(Material supplied)
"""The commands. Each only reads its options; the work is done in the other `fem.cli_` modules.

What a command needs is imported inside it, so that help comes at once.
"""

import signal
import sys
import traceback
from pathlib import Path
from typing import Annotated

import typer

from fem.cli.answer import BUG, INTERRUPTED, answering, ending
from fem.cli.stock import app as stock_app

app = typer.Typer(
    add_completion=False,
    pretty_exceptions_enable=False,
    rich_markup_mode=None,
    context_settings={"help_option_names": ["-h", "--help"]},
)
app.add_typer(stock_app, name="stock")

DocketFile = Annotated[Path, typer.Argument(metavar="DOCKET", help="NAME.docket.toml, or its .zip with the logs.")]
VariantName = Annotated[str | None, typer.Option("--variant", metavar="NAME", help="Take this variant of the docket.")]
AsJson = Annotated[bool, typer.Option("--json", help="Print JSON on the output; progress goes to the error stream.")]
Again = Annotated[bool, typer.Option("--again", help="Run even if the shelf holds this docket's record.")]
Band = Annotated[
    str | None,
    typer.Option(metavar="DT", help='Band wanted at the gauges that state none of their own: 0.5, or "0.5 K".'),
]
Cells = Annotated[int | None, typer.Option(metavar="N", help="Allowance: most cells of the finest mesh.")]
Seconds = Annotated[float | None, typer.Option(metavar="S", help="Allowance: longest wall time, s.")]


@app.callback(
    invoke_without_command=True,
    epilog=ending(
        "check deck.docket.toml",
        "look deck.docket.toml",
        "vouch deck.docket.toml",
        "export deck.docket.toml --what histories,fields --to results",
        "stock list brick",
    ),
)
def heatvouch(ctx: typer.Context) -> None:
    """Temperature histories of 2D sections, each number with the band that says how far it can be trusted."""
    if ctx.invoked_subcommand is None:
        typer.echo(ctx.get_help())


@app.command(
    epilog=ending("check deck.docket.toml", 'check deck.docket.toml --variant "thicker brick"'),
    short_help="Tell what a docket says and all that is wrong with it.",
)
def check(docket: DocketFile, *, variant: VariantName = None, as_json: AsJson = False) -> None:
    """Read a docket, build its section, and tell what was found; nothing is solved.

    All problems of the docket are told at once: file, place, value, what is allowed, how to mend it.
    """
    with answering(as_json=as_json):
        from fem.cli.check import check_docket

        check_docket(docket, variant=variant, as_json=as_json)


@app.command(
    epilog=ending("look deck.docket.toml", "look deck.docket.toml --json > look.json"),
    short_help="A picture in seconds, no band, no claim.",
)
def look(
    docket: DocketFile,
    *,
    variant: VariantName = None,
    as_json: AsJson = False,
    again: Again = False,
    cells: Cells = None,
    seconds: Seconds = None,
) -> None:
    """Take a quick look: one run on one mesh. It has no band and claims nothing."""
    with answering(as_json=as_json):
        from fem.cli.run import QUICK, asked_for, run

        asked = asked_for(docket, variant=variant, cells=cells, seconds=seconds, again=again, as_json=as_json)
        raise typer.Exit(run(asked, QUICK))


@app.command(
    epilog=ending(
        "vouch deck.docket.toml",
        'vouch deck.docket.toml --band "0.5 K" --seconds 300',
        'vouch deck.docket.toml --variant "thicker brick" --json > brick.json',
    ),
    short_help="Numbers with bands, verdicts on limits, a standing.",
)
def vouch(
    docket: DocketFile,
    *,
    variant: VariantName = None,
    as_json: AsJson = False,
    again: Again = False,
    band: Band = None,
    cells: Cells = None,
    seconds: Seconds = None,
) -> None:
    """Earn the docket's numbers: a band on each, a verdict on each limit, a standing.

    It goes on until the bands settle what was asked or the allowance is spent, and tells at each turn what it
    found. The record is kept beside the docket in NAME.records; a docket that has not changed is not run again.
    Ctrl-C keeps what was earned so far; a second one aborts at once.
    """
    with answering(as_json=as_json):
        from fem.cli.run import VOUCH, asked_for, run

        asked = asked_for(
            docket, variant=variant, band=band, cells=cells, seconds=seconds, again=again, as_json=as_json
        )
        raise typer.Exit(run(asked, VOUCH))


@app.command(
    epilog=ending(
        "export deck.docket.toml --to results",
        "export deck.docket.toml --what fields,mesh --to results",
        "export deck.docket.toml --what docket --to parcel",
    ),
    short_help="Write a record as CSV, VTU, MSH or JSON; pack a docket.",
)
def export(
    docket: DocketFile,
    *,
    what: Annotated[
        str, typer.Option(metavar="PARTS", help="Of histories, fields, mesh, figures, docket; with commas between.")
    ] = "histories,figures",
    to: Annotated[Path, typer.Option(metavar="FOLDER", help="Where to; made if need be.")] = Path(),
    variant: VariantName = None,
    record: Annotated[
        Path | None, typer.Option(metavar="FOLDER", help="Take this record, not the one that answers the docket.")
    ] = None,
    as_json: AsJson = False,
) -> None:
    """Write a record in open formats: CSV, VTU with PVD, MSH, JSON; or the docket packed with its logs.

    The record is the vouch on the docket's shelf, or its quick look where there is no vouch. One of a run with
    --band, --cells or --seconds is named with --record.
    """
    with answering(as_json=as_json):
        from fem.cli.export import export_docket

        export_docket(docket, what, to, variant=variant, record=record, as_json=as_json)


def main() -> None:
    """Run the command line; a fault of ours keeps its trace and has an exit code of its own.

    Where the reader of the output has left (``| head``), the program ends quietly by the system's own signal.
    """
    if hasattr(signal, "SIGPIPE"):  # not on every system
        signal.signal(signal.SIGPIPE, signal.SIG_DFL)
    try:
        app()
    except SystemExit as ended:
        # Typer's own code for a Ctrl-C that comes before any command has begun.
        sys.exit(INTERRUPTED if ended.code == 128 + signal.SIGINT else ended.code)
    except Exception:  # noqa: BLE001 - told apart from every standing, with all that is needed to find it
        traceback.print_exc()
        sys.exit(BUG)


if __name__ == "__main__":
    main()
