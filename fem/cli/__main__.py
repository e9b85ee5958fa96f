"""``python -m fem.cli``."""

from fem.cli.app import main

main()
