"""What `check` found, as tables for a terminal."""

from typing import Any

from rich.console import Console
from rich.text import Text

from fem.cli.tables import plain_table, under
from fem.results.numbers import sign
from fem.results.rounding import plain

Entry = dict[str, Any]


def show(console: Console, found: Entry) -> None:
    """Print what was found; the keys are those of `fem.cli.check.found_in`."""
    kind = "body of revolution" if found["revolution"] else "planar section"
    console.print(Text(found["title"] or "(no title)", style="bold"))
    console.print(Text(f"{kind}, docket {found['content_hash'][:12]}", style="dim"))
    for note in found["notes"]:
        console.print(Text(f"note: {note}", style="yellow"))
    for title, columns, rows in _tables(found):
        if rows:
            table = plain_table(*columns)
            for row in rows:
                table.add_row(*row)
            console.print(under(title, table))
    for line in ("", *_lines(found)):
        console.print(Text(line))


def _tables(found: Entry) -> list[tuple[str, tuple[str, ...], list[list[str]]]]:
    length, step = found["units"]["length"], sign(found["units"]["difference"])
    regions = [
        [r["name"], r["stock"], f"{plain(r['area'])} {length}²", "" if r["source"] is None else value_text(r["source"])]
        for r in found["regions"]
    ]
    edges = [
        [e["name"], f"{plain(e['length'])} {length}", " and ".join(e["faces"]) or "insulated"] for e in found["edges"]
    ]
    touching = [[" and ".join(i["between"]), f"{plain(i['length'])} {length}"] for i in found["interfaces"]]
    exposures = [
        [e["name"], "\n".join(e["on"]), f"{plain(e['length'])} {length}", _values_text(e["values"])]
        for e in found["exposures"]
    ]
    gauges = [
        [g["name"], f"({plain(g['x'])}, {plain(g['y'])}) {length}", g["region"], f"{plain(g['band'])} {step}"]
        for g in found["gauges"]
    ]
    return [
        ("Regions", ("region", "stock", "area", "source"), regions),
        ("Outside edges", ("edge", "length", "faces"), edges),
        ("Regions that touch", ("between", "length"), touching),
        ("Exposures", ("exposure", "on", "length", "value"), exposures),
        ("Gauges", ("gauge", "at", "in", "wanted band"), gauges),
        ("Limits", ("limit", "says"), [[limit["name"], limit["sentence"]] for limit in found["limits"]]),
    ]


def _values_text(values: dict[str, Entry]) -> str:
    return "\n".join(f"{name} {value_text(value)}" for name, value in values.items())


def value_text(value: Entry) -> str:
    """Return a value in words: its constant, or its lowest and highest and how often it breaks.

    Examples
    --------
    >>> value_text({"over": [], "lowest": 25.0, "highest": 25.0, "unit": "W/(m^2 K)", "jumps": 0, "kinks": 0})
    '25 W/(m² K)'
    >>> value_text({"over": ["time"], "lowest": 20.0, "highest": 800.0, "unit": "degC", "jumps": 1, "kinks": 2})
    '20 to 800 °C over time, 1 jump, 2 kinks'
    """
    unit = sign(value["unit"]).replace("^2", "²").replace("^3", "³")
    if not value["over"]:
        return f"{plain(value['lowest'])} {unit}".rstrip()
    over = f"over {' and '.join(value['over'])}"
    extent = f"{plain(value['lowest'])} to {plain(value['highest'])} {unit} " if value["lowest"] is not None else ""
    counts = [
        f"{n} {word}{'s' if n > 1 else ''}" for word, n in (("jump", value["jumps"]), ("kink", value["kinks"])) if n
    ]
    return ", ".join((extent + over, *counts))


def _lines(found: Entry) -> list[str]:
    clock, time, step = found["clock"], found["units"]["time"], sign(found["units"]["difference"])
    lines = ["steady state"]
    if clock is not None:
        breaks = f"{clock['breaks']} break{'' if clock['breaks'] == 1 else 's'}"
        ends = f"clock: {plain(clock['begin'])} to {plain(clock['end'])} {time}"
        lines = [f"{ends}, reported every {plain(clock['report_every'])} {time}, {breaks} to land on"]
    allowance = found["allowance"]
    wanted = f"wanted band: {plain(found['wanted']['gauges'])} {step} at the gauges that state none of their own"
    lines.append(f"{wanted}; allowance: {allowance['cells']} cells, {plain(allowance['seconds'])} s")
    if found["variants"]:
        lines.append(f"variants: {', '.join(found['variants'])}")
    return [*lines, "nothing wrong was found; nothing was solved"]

(What is needed) A verbatim transcription is needed of the lines above, starting at the line with "from typing import Any" and ending at the line with "Entry = dict[str, Any]", both included, and of nothing else.

(Written solution)
from typing import Any

from rich.console import Console
from rich.text import Text

from fem.cli.tables import plain_table, under
from fem.results.numbers import sign
from fem.results.rounding import plain

Entry = dict[str, Any]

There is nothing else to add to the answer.